Vielleicht hat ja jemand eine Idee, was ich falsch mache - für Tipps bin ich dankbar 

Beste Grüße,

David


----------



## Paddelpirat (30. Jun 2012)

Sieht nach einem Bug aus, wenn man Swing und JavaFX mischt, weil ohne Swing funktioniert der HTMLEditor wie man es erwartet.


----------



## TheJeed (30. Jun 2012)

Du hast Recht. Ich wollte ihn gerade melden, als ich darauf gestoßen bin:

JavaFX-Jira Bug Issue #RT-20887


----------



## Paddelpirat (30. Jun 2012)

Musst du den HTMLEditor denn in Swing einbetten?


----------



## TheJeed (30. Jun 2012)

Ich denke auch gerade drüber nach.

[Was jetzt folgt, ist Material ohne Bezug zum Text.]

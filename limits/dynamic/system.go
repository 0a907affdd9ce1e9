package dynamic

import "evenkeel/limits"

// System is what is online at the start.
type System struct {
	NominalHz       float64
	LoadMW          float64
	DampingPctPerHz float64 // of the load
	InertiaMWs      float64 // all of it, the load's own included

	Units    []Unit
	Promises []Promise
	Relays   []Relay
}

// Unit is N identical units that answer by a model. Numbers are those of one.
type Unit struct {
	Name     string
	Model    *Model
	N        float64
	RatingMW float64 // that droop and rate limits count on
	UpMW     float64 // the most that it adds: the response it holds, within its headroom
	DownMW   float64 // the most that it takes off
	// SyntheticMWs is the kinetic-energy equivalent of a Synthetic one; UpMW and DownMW
	// bound its power.
	SyntheticMWs float64
}

// Promise is a response that follows its shape, whatever frequency does: from the first loss
// of infeed on, or, taken off, from the first loss of load or export on.
type Promise struct {
	Name  string
	Shape limits.Shape
	MW    float64 // negative: taken off
}

// Relay acts once, when frequency has been beyond its setting for DelayS without a break.
type Relay struct {
	Name    string
	Over    bool    // LevelHz lies above nominal
	LevelHz float64 // deviation from nominal; 0: no level
	HzPerS  float64 // or a rate of change, either way, over WindowS
	WindowS float64
	DelayS  float64

	ShedShare  float64 // share of the load at the start that is switched off
	LostMW     float64 // generation that is switched off,
	InertiaMWs float64 // and its kinetic energy
}

// Loss is what is lost at an instant; negative MW are load or export lost.
type Loss struct {
	Name       string
	AtS        float64
	MW         float64
	LoadMW     float64 // of it load, which damps no more
	InertiaMWs float64
	Units      []Gone // of System.Units, by number of units
	Promises   []Gone // of System.Promises, by MW
}

// Gone is a part of the system that a loss takes with it.
type Gone struct {
	Index int
	Much  float64
}

// Options of a simulation. The zero value is usable.
type Options struct {
	WindowS   float64 // over which RoCoF is measured; 0: instantaneous
	SteadyByS float64 // steady deviation counts from here, seconds after the first loss,
	UntilS    float64 // to here; the simulation ends at the later of this and 60 s
	EndS      float64 // ends the run sooner, for a look at the beginning; 0: it doesn't
	TolHz     float64 // of a step; 0: DefaultTolHz
	MaxStepS  float64 // 0: no other bound than the tolerance
	// StillHzPerS is the rate of change below which, with nothing else to come, a run ends: what
	// moves so slowly has no say in the outcome. 0: DefaultStillHzPerS.
	StillHzPerS float64
	// SteadyHz, if given, lets a run end from SteadyByS on where, with nothing else to come, the
	// deviation would not reach it in a minute at the rate it moves at.
	SteadyHz float64
	Record   bool // keep what each resource delivers; it then runs to the end
}

// DefaultStillHzPerS lets a run end where nothing would move by a millihertz in an hour.
const DefaultStillHzPerS = 3e-7

// DefaultTolHz bounds the error of one step.
const DefaultTolHz = 5e-6

// LeastHorizonS is how long a simulation lasts at least.
const LeastHorizonS = 60

// Outcome is what a simulation measures. Deviations below nominal and above it are both
// counted positive. A result is overwritten by the next run of its Simulator.
type Outcome struct {
	RoCoFHzPerS, RoCoFS float64 // steepest fall over the window, and its start
	RiseHzPerS, RiseS   float64 // steepest rise, counted from below upwards
	InstantHzPerS       float64 // steepest change at any instant, either way

	NadirHz, NadirS float64 // deepest below nominal
	PeakHz, PeakS   float64 // highest above nominal

	SteadyHz     float64 // largest deviation below nominal from SteadyByS to UntilS
	SteadyOverHz float64 // above nominal
	EndHz        float64 // deviation below nominal at the end, negative above

	Points     []Point     // deviation below nominal
	Happenings []Happening // what was lost, set off, shed or tripped, in order
	Steps      int

	// With Options.Record:
	Times      []float64   // s
	Deviation  []float64   // Hz below nominal
	MW         [][]float64 // one a source (Units, then Promises), one an instant
	EnergyMWs  []float64   // delivered by each source
	LostMWs    float64     // ∫ of what was lost
	DampedMWs  float64     // ∫ D·x
	KineticMWs float64     // 2·Σ E/f0·Δx: what the stored energy gave, as the swing equation counts it
}

// Point is a corner of the trajectory.
type Point struct{ S, Hz, HzPerS float64 }

// Happening is one discrete thing.
type Happening struct {
	AtS  float64
	Name string
	What string // lost, set off, shed, tripped, ready
	MW   float64
}

// Lump joins units with equal parameters and equal room.
func Lump(units []Unit) []Unit {
	var out []Unit
	for _, u := range units {
		found := false
		for i := range out {
			o := &out[i]
			if o.Model == u.Model && o.RatingMW == u.RatingMW && o.UpMW == u.UpMW && o.DownMW == u.DownMW && o.SyntheticMWs == u.SyntheticMWs {
				o.N += u.N
				found = true
				break
			}
		}
		if !found && u.N > 0 {
			out = append(out, u)
		}
	}
	return out
}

An sich nicht. Ich muss mal checken, ob das, was dort noch an Swing-Kram fehlt auch über JavaFX zu lösen ist. So sehr ich das inzwischen auch mag, so viele Unwägbarkeiten, Bugs und fehlende Features gibt es derzeit noch in JavaFX.


----------



## dzim (2. Jul 2012)

Jep, das ist i.d.R. auch noch mein Problem... Ich find es ja ganz nett, aber noch nicht perfekt. Nun ja - ist nun mal auch work in progress.
Toll ist auch, dass das JavaFX in jdk7u5 (win) auch noch 2.1.1 ist und noch Teile der API fehlen - was bei mir kurzzeitig für Verwirrung sorgte, als ich meine eigene Anwendung zu Hause aus GitHub geklont hab... ;-)


----------